Я навещаю Оливию каждый день. Она по-прежнему не разговаривает. Медсестры встревожены. Я фотографирую Габриэля и дом, чтобы пробудить в старушке желание выздоравливать. Включаю запись с голосом Габриэля: «иди на хер», «меси мешки» и «бал-лак». Это, по крайней мере, вызывает у Оливии улыбку. Я рассказываю, как мне нравятся ее картины. Взгляд у нее делается задумчивый, но разговаривать со мной она все равно не хочет.
– Рози говорила, что зайдет вас навестить, – наконец говорю я, ожидая реакции.
Черные глаза широко распахиваются.
– Нет, – говорит Оливия. – Нет. – Ее бледные губы сжимаются в прямую линию. – Я ни о чем не жалею, – говорит она. И снова засыпает.
В доме странно пусто без Мо и Реды. Я то и дело слышу какие-то звуки. В половине случаев это Габриэль, и его репертуар впечатляет. Чаще всего я сижу с ним в гостиной, с включенным для фона телевизором. Время от времени он насвистывает, хихикает или произносит что-то неразборчивое, а я улыбаюсь и говорю какую-нибудь чепуху в ответ. Мы похожи на старую супружескую пару, людей, которым комфортно вместе, но говорить практически не о чем. Что касается всего остального, то я не знаю, что это. Старые дома издают странные звуки, а акустика в Чайналсе изменилась после переоборудования нижних комнат. Временами я уверена, что внизу кто-то курит. Я улавливаю запах едкого крепкого табака, а иногда специй – как будто кто-то готовил на кухне что-то экзотическое. Этот дом полон тайн – иногда они выходят наружу и шепчутся друг с другом по ночам.

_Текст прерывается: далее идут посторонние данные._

def _byproducts_at_stone(scenario, lanes, firm, guard, chem, lever, common, net, stone: DailyPlan,
                         to_days: bool):
    """The byproducts planned again against the gypsum the silo of ``stone`` really makes
    (its supply pinned, sale lanes closed on the days the silo fails a buyer's purity, the
    limestone left valued by its CaCO3): the solve's outcome, the balance at that stone and
    the objective [money] with the chosen removal's setpoint move and permit terms (constants
    of this solve) added back, so it is the objective the lever's model gives the plan.
    ``to_days`` also places the outlook buckets on their days."""
    bal = chem.plan_balance(scenario, lanes, stone)
    lanes_x = build_lanes(scenario, bal, exact_quality=True)
    end_c = float(bal["limestone_caco3_pct"].to_numpy(float)[-1]) / 100
    out = solve_plan(scenario, bal, lanes_x, firm, guard, time_limit=net(), hint=stone, to_days=to_days,
                     fixed={l.name: stone.quantity[l.name] for l in lanes if l.kind == SUPPLY},
                     limestone_end_per_t=end_caco3_value(scenario, chem) * end_c,
                     **{**common, "firm_days": max(common["firm_days"], 1)})
    obj = out.objective
    if stone.removal is not None:
        periods = build_periods(scenario.dates, common["firm_days"])
        obj += lever_cost_at(scenario, lever, periods, np.array([stone.removal[a] for a, _ in periods]),
                             common.get("permit_guard"))
    return out, bal, obj


def gap_scope(scenario: Scenario, iterations: list[dict] | None = None) -> str:
    """What the reported gap proves, in words."""
    if not scenario.quality_coupled:
        return "the whole plan: its cost is within the gap of the best plan of this model"
    return ("the whole plan: its cost against a lower bound on every well-mixed silo plan (the relaxation "
            "that keeps each stone as a lot of its own)")


def make_plan(scenario: Scenario, balance: pd.DataFrame | None = None, *,
              flows: dict[str, np.ndarray] | None = None, risk_level: float = PLAN.risk_level,
              firm_days: int = PLAN.firm_days, solver: str = PLAN.solver, time_limit: float = PLAN.time_limit,
              gap: float = PLAN.gap, progress: bool = False, previous: pd.DataFrame | None = None,
              change_cost_per_load: float = CHANGE_COST_PER_LOAD,
              late_days: int = LATE_TRAIN_DAYS, work: WorkLimits | None = None,
              permit_flows: np.ndarray | None = None) -> PlanResult:
    """Plan a scenario.

    Parameters
    ----------
    balance : the deterministic daily balance (computed when not given).
    flows : sampled futures per store, arrays (futures × days) [t/d] of limestone demand
        or byproduct production; they set the guard margins (`guard_margins`).
    risk_level : accepted chance of breaking safety stock or capacity on a day [-].
    firm_days : days planned one by one; weekly buckets after [d].
    previous : the movements (``movements.csv`` rows: lane, date, loads) of the plan in
        force; a load it held inside this plan's firm window that is moved or cancelled
        costs ``change_cost_per_load`` [money] in the model (not in the plan's cost).
    late_days : days a train may come late that the firm window holds stock against
        (`model.LATE_TRAIN_DAYS`; 0: none) [d].
    permit_flows : sampled futures' SO2 emitted (futures × days) [t/d] at the setpoint;
        with a removal range and a permit they guard the permit's rolling average
        (`permit_guard`) as ``flows`` guard the stores.
    time_limit : the wall-clock safety net of the whole plan [s]; the solves are bounded by
        ``work`` (`model.WorkLimits`: nodes, one thread, a fixed seed), so the same inputs
        give the same plan on any machine unless the net cuts in (then the status and
        `summary.json` ``clock_cut`` say so).
    """
    if balance is None:
        balance = balance_frame(scenario)
    lanes = build_lanes(scenario, balance)
    firm = firm_loads(scenario, lanes)
    guard = guard_margins(balance, flows, risk_level)
    keep = held_loads(scenario, lanes, firm, previous, firm_days)
    chem = SiloChemistry.from_balance(scenario, balance, lanes) if scenario.quality_coupled else None
    lever = RemovalLever.from_scenario(scenario)
    allow = AllowanceTerms.from_scenario(scenario)
    if chem is not None:
        chem.lever = lever

    def bal_of(p: DailyPlan) -> pd.DataFrame:
        """The balance a plan makes: at its silo's stone and its removal."""
        if chem is not None:
            return chem.plan_balance(scenario, lanes, p)
        if p.removal is not None:
            return balance_frame(scenario, removal_pct=p.removal)
        return balance

    solver_note = ""
    if chem is not None and solver == "cp-sat":
        # CP-SAT takes integer models only (MathOpt scales continuous ones); the silo's
        # tonnes of CaCO3 and inerts do not scale, so the mixed-integer solver plans them
        solver, solver_note = "scip", " (cp-sat cannot take the silo's mix; solved with scip)"
    base = baseline_plan(scenario, balance, lanes, firm, chem=chem)
    base_bal = bal_of(base)
    if allow is not None:
        base.bought_t, base.sold_t = baseline_trades(allow, base_bal["so2_emitted_t"].to_numpy(float),
                                                     horizon_months(scenario.dates)[0])
    base_ev = evaluate(scenario, base_bal, lanes, base)
    # the money the plan moves (every cost line of the baseline, in absolute value): the
    # scale of the absolute gap a solve may stop at, so a plan whose costs and revenues
    # nearly cancel is not chased to a relative gap of a number near zero
    gross = sum(abs(v) for v in base_ev.costs.values())
    t0 = time.perf_counter()
    work = work or WorkLimits()
    pguard = None
    if lever is not None and lever.limit_kg_per_gj is not None:
        pguard = permit_guard(balance, permit_flows, risk_level, lever.avg_days)
    common = dict(firm_days=firm_days, solver=solver, gap=gap, progress=progress, scale=gross, allow=allow,
                  keep=keep, change_cost=change_cost_per_load, late_days=late_days, work=work,
                  permit_guard=pguard)

    def net() -> float:
        """What is left of the wall-clock safety net [s]."""
        return max(time_limit - (time.perf_counter() - t0), 1.0)

    silo = None
    iterations = []
    if chem is None:
        outcome = solve_plan(scenario, balance, lanes, firm, guard, time_limit=net(), hint=base,
                             to_days=True, lever=lever, **common)
        plan_bal = bal_of(outcome.plan)
        ev = evaluate(scenario, plan_bal, lanes, outcome.plan)
        iterations.append({"iteration": 1, "total_cost": round(ev.total_cost, 2), "gap": outcome.gap,
                           "solve_seconds": round(outcome.solve_seconds, 3), "max_caco3_change_pct": None})
    else:
        outcome, plan_bal, ev, silo, iterations = _plan_the_silo(
            scenario, balance, lanes, firm, guard, chem, lever, base, common, net)
    if chem is None and lever is not None:
        # the removal chosen, the byproducts planned again against the gypsum they make
        # (exact: the removal is now known), so no shipment rests on the linearisation
        lanes_x = build_lanes(scenario, plan_bal, exact_quality=True)
        fixed = {l.name: outcome.plan.quantity[l.name] for l in lanes if l.kind == SUPPLY}
        try:
            pol = solve_plan(scenario, plan_bal, lanes_x, firm, guard, time_limit=net(), hint=outcome.plan,
                             fixed=fixed, **{**common, "firm_days": max(firm_days, 1)})
            pol.plan.removal = outcome.plan.removal
            ev_p = evaluate(scenario, plan_bal, lanes, pol.plan)
            iterations.append({"iteration": "byproducts at the chosen removal",
                               "total_cost": round(ev_p.total_cost, 2), "gap": pol.gap,
                               "solve_seconds": round(pol.solve_seconds, 3), "max_caco3_change_pct": 0.0})
            if ev_p.total_cost <= ev.total_cost + 1e-6:
                pol.status = outcome.status if pol.status == "optimal" else pol.status
                pol.clock_cut = pol.clock_cut or outcome.clock_cut
                outcome, ev = pol, ev_p
        except RuntimeError:
            pass
    outcome.solve_seconds = time.perf_counter() - t0
    outcome.status += solver_note
    if outcome.clock_cut:
        outcome.status += (f" (the {time_limit:g} s safety net cut a solve short: a re-run may give another plan;"
                           " allow more time with --time-limit)")
    chosen = outcome.plan
    dearer = ev.total_cost > base_ev.total_cost + 1e-6 * abs(base_ev.total_cost)
    if dearer and (not guard or _penalties(ev) > _penalties(base_ev) + 1e-6):
        # the outlook weeks, once spread to days (or the silo, replayed exactly), priced
        # dearer than the warm start: keep the warm start (the baseline).  A guarded plan
        # may cost more than the baseline on the median (it buys protection), but not
        # while it also breaks more of the limits on the median: a time-limited solve on a
        # loaded machine can end that badly, and then the baseline is the better plan
        chosen, ev, plan_bal = base, evaluate(scenario, base_bal, lanes, base), base_bal
        outcome.status += " (baseline kept: the replayed plan priced dearer"
        outcome.status += ")" if not guard else " and broke more limits)"
    settled, n_moved = (chosen, 0) if chosen is base else earliest_departures(scenario, plan_bal, lanes, chosen)
    if n_moved:
        ev_s = evaluate(scenario, plan_bal, lanes, settled)
        if ev_s.total_cost <= ev.total_cost + 1e-6 * max(abs(ev.total_cost), 1.0):
            chosen, ev = settled, ev_s
            outcome.status += f" ({n_moved} sale loads moved to the earliest equal day)"
    removal = scenario.scrubber.removal_pct
    base_ev.breaches = mark_windows(explain(scenario, lanes, base, base_ev) + permit_breaches(base_bal, removal),
                                    scenario.dates, firm_days)
    breaches = mark_windows(explain(scenario, lanes, chosen, ev) + permit_breaches(
        plan_bal, removal if chosen.removal is None else None), scenario.dates, firm_days)
    dips = [] if chosen.removal is None else removal_dips(scenario, lanes, chosen, bal_of, lever, late_days)
    above = None
    if chosen.removal is not None:
        sp = removal_setpoint(scenario)
        up = chosen.removal > sp + 0.01
        cash, pen = setpoint_saving(scenario, lanes, chosen, bal_of, sp, up) if up.any() else (0.0, 0.0)
        above = {"saves": round(cash, 2), "setpoint_penalty_weights": round(pen, 2)}
    stability = None
    if keep:
        held = sum(float(v.sum()) for v in keep.values())
        kept = sum(float(np.minimum(v, chosen.quantity[k] - chosen.booked.get(k, 0)).sum())
                   for k, v in keep.items())
        stability = {"change_cost_per_load": change_cost_per_load, "loads_held_in_firm_window": int(held),
                     "of_them_kept_on_their_day": int(kept)}
    return PlanResult(scenario, plan_bal, lanes, chosen, ev, base, base_ev, outcome, breaches,
                      firm_days, base_bal, iterations, dips, above, stability, silo)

Когда я лежу в постели, уже почти проваливаясь в сон, мне чудятся голоса внизу или в саду. Несколько раз я выходила из дома, чтобы посмотреть, но всегда оказывалось, что там никого.
Я чувствую, как на меня давит груз моего открытия – найденной кости, и воображаю, как ее владелец бродит по пустым комнатам и коридорам в поисках недостающего фрагмента своего скелета.
Я суеверно держу под кроватью мраморную скалку из кухни.